- **Provided information**
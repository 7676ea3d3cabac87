/**
 * How often a chapter was right on labelled sessions that the weights had not seen, by the likelihood the model
 * gave its step: pairs of likelihood and share right, both rising, between which lines are drawn.
 */
export type Curve = readonly (readonly [likelihood: number, right: number])[]

/** A likelihood of the model as a share that can be relied on, 0 to 1, to a thousandth. */
export function confidenceOf(likelihood: number, curve: Curve): number {
  const x = Math.min(1, Math.max(0, likelihood))
  let [x0, y0] = curve[0] ?? [0, 0]
  for (const [x1, y1] of curve.slice(1)) {
    if (x <= x1) return thousandth(x1 > x0 ? y0 + (y1 - y0) * (x - x0) / (x1 - x0) : y1)
    x0 = x1
    y0 = y1
  }
  return thousandth(y0)
}

const thousandth = (value: number) => Math.round(Math.min(1, Math.max(0, value)) * 1000) / 1000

- **Assignment**
Every entry above should be transcribed exactly and in full.

- **Task solution**
repository 7676ea3d3cabac87
/**
 * How often a chapter was right on labelled sessions that the weights had not seen, by the likelihood the model
 * gave its step: pairs of likelihood and share right, both rising, between which lines are drawn.
 */
export type Curve = readonly (readonly [likelihood: number, right: number])[]

/** A likelihood of the model as a share that can be relied on, 0 to 1, to a thousandth. */
export function confidenceOf(likelihood: number, curve: Curve): number {
  const x = Math.min(1, Math.max(0, likelihood))
  let [x0, y0] = curve[0] ?? [0, 0]
  for (const [x1, y1] of curve.slice(1)) {
    if (x <= x1) return thousandth(x1 > x0 ? y0 + (y1 - y0) * (x - x0) / (x1 - x0) : y1)
    x0 = x1
    y0 = y1
  }
  return thousandth(y0)
}

const thousandth = (value: number) => Math.round(Math.min(1, Math.max(0, value)) * 1000) / 1000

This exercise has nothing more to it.